3.Die bayerischen Landtagswahlen.[4] Auch diese Frage hat zu lebhaften Auseinandersetzungen in der Presse geführt, zum Teil im „Vorwärts“ selbst. Genosse Liebknecht hat auch hier – aber nur für seine Person – das Vorgehen der bayerischen Genossen gebrandmarkt[5]. Das Zentralorgan als solches hat bis zur Stunde keine Stellung zu der Frage genommen.

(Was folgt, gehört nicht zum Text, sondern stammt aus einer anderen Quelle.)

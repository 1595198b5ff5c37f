"""Reactions and hand calculations as rows of small tables; nothing is computed here."""

from __future__ import annotations

import re
from typing import Any

from gui.readings import Units
from gui.tables.figures_model import Cell, Words
from solver.project.wording import MINUS, formula_text, number_text, quantity_text, unit_text

Rows = list[tuple[Cell, ...]]
Table = tuple[tuple[str, ...], Rows]

SET_NOTE = (
    "ΔH°, ΔG° in kJ/mol of the reaction as written, at 1 bar; approach: T less the temperature "
    "at which K = Q."
)
REAL_NOTE = "Q is of activities φ y p / 1 bar, alike in gas and liquid."
_STILL = 1e-6
"""K; an approach of less is rounding."""
_NEGATIVE = re.compile(r"(?<![\w])-(?=\d)")
_MOL = re.compile(r"(\d) mol\b(?!/)")


def set_table(view: Any, units: Units) -> Table:
    """The independent reaction set, a row a reaction."""
    heads = (
        "reaction",
        f"extent, {unit_text(units.amount)}",
        "K(T)",
        "Q",
        "Q/K",
        "ΔH° 298 K",
        "ΔG° 298 K",
        "ΔH° T",
        "ΔG° T",
        "approach, K",
    )
    rows: Rows = []
    for f in view.figures:
        text = Words(f.reaction.pretty, f.reaction.text, "\n".join((f.reaction.pretty, *f.notes)))
        extent = None if f.extent is None else units.amount_of(f.extent)
        away = f.approach.approach
        cells: list[Cell] = [text, extent, f.k, f.q, f.q_over_k]
        cells += [x / 1e3 for x in (f.dh298, f.dg298, f.dh, f.dg)]
        if away is None:
            cells.append(Words("none", "", f.approach.reason))
        else:
            cells.append(0.0 if abs(away) < _STILL else float(away))
        rows.append(tuple(cells))
    return heads, rows


def set_notes(view: Any, own: bool) -> list[str]:
    """Sentences beneath the set: what it leaves out, and what had to be assumed."""
    out = []
    if not view.figures:
        out.append("No reaction takes place between the species that matter here.")
    if own and not view.complete:
        more = view.extents.missing
        out.append(
            f"{more} more independent reaction{'s' if more > 1 else ''} would be needed to "
            "explain every change; the extents are the best fit."
        )
    elif view.left_out:
        count = len(view.left_out)
        out.append(
            f"{count} species present in traces only {'is' if count == 1 else 'are'} left out."
        )
    for f in view.figures:
        out += [f"{f.reaction.pretty}: {formulas(note)}." for note in f.notes]
    return out


def amounts_table(hand: Any, flow: bool) -> Table:
    """The stoichiometric table of a hand calculation."""
    unit = "mol/s" if flow else "mol"
    heads = ("species", "number", f"fed, {unit}", "change", "at the end", "mol % of gas")
    rows: Rows = []
    for row in hand.rows:
        share = None if row.fraction is None else 100.0 * row.fraction
        name = Words(formula_text(row.species.key), row.species.key, row.species.name)
        number = Words(f"{row.number:.6g}".replace("-", MINUS), f"{row.number!r}")
        rows.append((name, number, row.initial, row.change, row.end, share))
    rows.append(
        (
            "all gas",
            Words(f"{hand.reaction.gas_change:.6g}".replace("-", MINUS), ""),
            hand.gas_initial,
            hand.gas_end - hand.gas_initial,
            hand.gas_end,
            100.0 if hand.gas_end else None,
        )
    )
    return heads, rows


def trials_table(hand: Any, flow: bool) -> Table:
    """Extents tried between the limits; ln Q - ln K changes its sign once."""
    heads = (f"extent tried, {'mol/s' if flow else 'mol'}", "ln Q − ln K")
    rows: Rows = [(t.extent, t.off) for t in hand.trials]
    off = hand.ln_q - hand.ln_k
    rows.append((hand.extent, off if abs(off) > 1e-9 else 0.0))
    return heads, sorted(rows)  # type: ignore[type-var]


def energy_table(hand: Any, flow: bool) -> Table:
    """The energy balance of a hand calculation, term by term."""
    heads = ("term", "value", "unit", "how")
    rows: Rows = [
        (
            Words(formulas(t.label), t.label),
            t.value,
            Words(_unit(t.unit, flow), t.unit),
            Words(_how(t.how, flow), t.how),
        )
        for t in hand.energy.terms
    ]
    return heads, rows


def hand_line(hand: Any, flow: bool) -> str:
    """The result of a hand calculation in one line."""
    unit = "mol/s" if flow else "mol"
    low, high = hand.limits
    return (
        f"Extent {quantity_text(hand.extent, unit)}, between {number_text(low.extent)} "
        f"({_used(low)}) and {number_text(high.extent)} ({_used(high)}). "
        f"At {quantity_text(hand.T, 'K')} and {quantity_text(hand.p / 1e5, 'bar')}: "
        f"ln K = {number_text(hand.ln_k)}, ln Q = {number_text(hand.ln_q)}."
    )


def hand_notes(hand: Any, reactions: int, restricted: bool) -> str:
    """What sets a hand calculation apart from the end state of the case."""
    out = [formulas(note) for note in hand.notes]
    if reactions > 1:
        out.append(
            f"the case has {reactions} reactions; with this one alone it ends elsewhere than above"
        )
    if restricted:
        out.append("restrictions are left out here")
    return " ".join(f"{note[:1].upper()}{note[1:]}." for note in out)


def as_tsv(*tables: Table) -> str:
    """Tables as text for a spreadsheet, one beneath the other."""
    blocks = []
    for heads, rows in tables:
        lines = ["\t".join(heads)]
        lines += ["\t".join(_plain(cell) for cell in row) for row in rows]
        blocks.append("\n".join(lines))
    return "\n\n".join(blocks)


def _plain(cell: Cell) -> str:
    if isinstance(cell, Words):
        return cell.plain
    if cell is None:
        return ""
    return repr(cell) if isinstance(cell, float) else cell


def _used(limit: Any) -> str:
    keys = ", ".join(formula_text(key) for key in limit.used_up)
    return f"{keys} used up" if keys else "no limit"


def _unit(unit: str, flow: bool) -> str:
    shown = unit_text(unit)
    return {"J": "W", "m³": "m³/s"}.get(shown, shown) if flow else shown


def _how(how: str, flow: bool) -> str:
    text = _MOL.sub(r"\1 mol/s", how) if flow else how
    return formulas(_NEGATIVE.sub(MINUS, text.replace(" x ", " × ").replace(" - ", f" {MINUS} ")))


def formulas(text: str) -> str:
    """Words that are formulas with their counts lowered."""
    return " ".join(formula_text(word) for word in text.split(" "))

Oder doch? Ja, indirekt, indem es die abfälligen Äußerungen in der deutschen Parteipresse, so in der „Sächsischen Arbeiter-Zeitung“, in der „Leipziger Volkszeitung“, deren Redaktionen noch Mitte Juli den Kuhhandel scharf kritisierten, seinen Lesern völlig verschwieg, dafür aber aus einer österreichischen nichtsozialdemokratischen Zeitschrift, der „Wage“, einen Artikel Vollmars auf das ausführlichste wiedergab ohne ein Wort seinerseits.

Also auch hier keine offene Stellungnahme, wohl aber ein Vorschubleisten zugunsten des Opportunismus in verstohlener Weise.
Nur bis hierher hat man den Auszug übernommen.